Saved data entries:

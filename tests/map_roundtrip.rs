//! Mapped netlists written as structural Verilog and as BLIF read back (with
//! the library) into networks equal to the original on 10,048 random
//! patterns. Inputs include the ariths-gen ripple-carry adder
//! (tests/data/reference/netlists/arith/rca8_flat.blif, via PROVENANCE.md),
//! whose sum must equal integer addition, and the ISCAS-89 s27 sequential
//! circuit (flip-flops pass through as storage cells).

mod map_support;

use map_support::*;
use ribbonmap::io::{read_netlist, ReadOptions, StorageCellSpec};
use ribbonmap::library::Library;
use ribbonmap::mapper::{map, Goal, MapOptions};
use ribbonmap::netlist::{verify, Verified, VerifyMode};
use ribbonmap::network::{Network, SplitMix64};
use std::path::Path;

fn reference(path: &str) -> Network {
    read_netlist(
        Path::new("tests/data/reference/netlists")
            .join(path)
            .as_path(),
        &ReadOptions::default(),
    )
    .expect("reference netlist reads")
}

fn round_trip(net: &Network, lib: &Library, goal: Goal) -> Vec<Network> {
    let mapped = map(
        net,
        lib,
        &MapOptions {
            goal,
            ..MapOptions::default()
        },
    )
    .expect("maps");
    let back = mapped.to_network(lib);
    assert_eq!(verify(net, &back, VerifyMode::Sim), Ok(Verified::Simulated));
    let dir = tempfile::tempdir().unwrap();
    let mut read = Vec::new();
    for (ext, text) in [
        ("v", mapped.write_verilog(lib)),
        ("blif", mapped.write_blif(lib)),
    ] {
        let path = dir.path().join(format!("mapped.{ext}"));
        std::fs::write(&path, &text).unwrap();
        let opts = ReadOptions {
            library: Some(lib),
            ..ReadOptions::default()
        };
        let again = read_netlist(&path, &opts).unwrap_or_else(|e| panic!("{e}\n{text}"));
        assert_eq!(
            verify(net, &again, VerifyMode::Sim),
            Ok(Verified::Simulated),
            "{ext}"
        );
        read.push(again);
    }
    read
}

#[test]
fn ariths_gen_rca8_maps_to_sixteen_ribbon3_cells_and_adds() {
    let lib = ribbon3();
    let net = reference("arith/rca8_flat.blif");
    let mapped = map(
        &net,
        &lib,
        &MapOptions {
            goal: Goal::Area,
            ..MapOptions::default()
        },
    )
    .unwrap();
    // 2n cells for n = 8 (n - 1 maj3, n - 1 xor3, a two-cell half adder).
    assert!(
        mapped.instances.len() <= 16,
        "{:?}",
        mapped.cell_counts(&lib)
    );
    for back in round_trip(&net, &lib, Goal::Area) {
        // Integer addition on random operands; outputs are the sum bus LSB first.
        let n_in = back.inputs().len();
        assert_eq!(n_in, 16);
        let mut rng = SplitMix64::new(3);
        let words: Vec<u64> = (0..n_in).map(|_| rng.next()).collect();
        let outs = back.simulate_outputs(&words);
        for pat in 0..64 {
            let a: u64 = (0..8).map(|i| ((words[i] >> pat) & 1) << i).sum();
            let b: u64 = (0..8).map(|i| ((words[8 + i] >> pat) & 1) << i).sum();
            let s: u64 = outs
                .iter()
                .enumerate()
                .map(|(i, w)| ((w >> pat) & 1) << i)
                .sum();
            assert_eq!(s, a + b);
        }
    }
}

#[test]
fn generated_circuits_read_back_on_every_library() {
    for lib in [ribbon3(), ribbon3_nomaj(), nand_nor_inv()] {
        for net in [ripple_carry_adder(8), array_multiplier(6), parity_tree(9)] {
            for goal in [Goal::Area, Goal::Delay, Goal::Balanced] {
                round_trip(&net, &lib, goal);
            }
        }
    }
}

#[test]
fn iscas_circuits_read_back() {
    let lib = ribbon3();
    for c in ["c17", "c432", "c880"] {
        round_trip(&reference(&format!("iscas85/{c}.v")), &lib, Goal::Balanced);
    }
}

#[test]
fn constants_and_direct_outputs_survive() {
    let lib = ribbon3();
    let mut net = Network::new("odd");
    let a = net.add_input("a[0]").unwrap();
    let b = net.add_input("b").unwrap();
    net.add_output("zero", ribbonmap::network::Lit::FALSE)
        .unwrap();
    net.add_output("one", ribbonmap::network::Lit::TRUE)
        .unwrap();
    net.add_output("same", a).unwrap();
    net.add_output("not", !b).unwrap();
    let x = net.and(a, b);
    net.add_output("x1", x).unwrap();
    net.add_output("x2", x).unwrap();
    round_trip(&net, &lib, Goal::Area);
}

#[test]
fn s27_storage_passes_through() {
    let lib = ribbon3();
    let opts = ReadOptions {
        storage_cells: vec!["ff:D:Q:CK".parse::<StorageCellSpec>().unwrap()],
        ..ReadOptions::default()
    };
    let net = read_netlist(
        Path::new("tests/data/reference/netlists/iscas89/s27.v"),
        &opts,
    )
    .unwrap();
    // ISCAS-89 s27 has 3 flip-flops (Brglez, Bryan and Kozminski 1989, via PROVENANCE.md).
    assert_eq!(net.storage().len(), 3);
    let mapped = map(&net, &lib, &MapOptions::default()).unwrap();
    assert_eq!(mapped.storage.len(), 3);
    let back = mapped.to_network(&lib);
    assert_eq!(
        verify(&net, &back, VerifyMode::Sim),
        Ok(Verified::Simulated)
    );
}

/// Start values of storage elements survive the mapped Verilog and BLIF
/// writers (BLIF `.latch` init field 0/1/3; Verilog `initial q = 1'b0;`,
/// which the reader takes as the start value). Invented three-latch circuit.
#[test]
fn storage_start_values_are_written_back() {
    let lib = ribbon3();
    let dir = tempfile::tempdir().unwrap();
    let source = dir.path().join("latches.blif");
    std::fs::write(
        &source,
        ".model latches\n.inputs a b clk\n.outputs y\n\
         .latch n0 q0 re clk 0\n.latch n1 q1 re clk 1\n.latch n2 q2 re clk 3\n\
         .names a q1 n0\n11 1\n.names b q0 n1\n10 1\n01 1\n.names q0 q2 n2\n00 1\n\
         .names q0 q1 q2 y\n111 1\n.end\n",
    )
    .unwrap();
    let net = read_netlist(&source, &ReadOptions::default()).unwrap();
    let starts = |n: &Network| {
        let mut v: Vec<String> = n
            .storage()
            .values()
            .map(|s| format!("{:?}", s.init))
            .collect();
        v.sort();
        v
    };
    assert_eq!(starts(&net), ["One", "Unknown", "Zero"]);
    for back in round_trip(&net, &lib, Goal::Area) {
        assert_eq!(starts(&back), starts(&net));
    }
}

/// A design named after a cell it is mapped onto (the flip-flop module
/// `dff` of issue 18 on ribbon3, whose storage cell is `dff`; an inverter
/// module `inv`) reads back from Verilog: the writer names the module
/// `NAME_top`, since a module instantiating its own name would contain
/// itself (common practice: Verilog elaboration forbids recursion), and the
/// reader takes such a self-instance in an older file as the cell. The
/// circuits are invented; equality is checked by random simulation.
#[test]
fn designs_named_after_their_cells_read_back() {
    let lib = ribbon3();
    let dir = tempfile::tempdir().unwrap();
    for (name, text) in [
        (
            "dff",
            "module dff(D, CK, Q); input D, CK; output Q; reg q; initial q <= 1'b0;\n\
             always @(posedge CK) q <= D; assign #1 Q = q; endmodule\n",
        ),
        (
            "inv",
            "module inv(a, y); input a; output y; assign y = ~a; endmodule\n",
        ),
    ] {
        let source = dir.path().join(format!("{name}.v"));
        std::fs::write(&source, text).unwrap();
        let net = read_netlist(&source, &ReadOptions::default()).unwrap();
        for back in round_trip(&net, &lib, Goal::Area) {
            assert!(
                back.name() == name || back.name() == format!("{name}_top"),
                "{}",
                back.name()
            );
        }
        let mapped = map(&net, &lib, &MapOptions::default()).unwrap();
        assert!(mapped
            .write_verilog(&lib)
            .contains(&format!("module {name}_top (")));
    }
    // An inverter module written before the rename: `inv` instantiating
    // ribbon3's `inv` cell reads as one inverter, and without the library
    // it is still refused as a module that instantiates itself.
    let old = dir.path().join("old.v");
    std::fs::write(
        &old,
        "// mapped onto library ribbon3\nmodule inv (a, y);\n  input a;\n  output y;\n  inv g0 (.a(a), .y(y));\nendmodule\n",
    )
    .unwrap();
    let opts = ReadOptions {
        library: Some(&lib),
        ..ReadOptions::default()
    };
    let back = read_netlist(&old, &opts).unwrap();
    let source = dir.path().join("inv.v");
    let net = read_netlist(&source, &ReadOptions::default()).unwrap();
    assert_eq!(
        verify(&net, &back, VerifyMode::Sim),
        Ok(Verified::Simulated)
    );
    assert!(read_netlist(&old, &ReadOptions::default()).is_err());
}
* * *
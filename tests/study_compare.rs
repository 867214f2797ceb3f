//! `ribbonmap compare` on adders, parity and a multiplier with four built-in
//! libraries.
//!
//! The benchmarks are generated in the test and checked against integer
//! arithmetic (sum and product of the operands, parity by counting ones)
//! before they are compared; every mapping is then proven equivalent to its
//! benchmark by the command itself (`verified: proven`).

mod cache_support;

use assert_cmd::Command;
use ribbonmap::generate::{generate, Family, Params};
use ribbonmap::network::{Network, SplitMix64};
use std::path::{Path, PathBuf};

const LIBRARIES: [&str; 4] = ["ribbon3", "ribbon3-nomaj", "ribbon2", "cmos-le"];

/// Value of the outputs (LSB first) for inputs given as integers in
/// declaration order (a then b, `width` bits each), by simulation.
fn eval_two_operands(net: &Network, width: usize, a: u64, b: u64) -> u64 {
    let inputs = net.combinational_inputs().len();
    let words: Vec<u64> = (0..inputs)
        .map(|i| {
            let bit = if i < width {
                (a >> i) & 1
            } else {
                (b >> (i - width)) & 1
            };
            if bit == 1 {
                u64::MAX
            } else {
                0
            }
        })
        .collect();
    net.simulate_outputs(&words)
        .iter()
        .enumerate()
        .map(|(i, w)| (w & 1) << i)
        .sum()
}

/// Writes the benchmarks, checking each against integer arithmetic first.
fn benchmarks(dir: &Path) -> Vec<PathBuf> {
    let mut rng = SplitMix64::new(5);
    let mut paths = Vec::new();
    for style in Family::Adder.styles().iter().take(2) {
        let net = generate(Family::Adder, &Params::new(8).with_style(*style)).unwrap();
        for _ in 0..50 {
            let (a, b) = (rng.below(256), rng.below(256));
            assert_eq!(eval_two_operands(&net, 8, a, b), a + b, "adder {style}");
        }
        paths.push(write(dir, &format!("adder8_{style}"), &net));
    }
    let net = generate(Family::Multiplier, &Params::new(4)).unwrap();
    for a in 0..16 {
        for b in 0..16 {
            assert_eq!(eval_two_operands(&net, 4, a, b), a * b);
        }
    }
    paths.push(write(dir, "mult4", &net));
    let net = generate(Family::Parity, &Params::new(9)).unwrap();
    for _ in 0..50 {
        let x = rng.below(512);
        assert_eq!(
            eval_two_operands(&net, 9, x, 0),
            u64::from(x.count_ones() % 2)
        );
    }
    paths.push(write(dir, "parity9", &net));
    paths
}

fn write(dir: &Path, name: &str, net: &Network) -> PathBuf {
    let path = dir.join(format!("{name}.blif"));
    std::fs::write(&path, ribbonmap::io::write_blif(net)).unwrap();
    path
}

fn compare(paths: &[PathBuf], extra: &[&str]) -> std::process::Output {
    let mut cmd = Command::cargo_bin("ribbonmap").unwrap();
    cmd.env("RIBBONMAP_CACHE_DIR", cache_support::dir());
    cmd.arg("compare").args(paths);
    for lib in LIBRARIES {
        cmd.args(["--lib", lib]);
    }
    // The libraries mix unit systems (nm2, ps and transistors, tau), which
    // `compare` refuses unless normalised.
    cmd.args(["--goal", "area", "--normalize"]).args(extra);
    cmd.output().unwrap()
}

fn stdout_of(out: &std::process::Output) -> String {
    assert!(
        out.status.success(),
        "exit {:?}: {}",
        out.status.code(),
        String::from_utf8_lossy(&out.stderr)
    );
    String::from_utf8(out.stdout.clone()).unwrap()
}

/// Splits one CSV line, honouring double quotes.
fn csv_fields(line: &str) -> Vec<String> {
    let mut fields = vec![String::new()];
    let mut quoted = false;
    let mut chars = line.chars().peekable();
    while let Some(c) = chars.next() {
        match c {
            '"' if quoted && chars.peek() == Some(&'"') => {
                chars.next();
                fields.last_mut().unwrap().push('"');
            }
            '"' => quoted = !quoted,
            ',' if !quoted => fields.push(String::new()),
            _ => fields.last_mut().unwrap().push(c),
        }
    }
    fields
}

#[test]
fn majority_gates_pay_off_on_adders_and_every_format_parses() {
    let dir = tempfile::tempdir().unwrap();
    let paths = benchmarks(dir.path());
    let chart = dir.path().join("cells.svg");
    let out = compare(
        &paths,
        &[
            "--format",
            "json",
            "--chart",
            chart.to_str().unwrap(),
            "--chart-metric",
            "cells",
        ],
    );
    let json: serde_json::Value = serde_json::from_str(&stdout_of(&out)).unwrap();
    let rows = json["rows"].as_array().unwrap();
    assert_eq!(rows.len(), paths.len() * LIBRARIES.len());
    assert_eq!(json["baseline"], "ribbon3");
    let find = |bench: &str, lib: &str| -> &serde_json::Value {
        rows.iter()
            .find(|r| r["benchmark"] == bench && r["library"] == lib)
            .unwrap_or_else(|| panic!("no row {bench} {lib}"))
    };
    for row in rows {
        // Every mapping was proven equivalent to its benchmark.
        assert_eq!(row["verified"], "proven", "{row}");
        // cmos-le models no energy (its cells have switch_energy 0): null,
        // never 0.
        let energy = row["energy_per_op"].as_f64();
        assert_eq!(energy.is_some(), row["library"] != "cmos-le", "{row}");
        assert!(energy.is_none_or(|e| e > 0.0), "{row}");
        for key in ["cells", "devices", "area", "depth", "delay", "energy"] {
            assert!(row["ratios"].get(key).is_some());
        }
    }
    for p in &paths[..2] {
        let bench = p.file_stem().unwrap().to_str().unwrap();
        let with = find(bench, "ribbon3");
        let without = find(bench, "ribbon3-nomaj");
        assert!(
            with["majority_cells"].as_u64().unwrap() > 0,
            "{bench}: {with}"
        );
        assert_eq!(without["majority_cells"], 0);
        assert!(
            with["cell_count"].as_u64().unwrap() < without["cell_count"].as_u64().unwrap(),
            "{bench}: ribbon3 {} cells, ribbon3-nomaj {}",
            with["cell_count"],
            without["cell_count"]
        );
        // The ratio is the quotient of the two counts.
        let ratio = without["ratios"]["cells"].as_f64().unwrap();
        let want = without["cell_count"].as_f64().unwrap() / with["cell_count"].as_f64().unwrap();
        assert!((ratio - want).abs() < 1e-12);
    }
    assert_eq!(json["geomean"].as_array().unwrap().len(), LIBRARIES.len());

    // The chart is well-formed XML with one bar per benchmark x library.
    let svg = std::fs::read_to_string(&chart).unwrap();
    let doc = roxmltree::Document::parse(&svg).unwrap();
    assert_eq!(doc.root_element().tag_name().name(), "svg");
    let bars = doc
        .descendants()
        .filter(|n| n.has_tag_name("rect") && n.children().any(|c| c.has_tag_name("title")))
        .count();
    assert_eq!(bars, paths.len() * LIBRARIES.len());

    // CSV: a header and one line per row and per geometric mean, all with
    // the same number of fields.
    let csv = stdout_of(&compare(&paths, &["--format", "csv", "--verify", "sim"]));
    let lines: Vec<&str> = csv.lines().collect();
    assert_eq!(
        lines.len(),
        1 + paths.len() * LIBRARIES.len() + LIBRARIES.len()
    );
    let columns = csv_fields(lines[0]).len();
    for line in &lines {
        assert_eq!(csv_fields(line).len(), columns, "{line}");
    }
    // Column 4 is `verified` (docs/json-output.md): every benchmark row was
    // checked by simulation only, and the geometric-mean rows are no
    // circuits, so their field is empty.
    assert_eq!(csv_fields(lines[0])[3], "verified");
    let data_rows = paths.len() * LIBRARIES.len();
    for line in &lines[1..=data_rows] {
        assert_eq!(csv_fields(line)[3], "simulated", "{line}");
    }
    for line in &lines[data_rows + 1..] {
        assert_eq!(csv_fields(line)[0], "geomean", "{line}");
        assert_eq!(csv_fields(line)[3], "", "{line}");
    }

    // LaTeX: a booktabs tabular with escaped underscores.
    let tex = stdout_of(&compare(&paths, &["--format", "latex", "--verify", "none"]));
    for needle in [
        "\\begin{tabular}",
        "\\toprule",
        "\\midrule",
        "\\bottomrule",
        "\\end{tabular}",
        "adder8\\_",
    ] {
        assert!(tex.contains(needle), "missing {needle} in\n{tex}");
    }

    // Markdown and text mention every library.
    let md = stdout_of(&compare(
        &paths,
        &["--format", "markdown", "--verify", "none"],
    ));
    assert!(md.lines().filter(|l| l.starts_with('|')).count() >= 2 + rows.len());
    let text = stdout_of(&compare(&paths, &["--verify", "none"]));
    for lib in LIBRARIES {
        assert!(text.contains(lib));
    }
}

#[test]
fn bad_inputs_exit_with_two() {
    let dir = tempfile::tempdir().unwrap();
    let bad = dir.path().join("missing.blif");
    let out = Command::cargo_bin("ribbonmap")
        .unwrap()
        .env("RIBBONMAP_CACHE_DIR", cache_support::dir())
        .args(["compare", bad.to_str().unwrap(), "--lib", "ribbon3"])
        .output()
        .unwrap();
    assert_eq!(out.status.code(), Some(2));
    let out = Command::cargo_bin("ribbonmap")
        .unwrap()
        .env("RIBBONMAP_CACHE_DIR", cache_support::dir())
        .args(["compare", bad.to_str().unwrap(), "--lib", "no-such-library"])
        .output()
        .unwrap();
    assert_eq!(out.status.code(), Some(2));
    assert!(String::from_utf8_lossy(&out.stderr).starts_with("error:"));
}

▶ _Required action_
Within the records above, how many lines include the word "words"? State the number by itself.

▶ _Result for this exercise_
6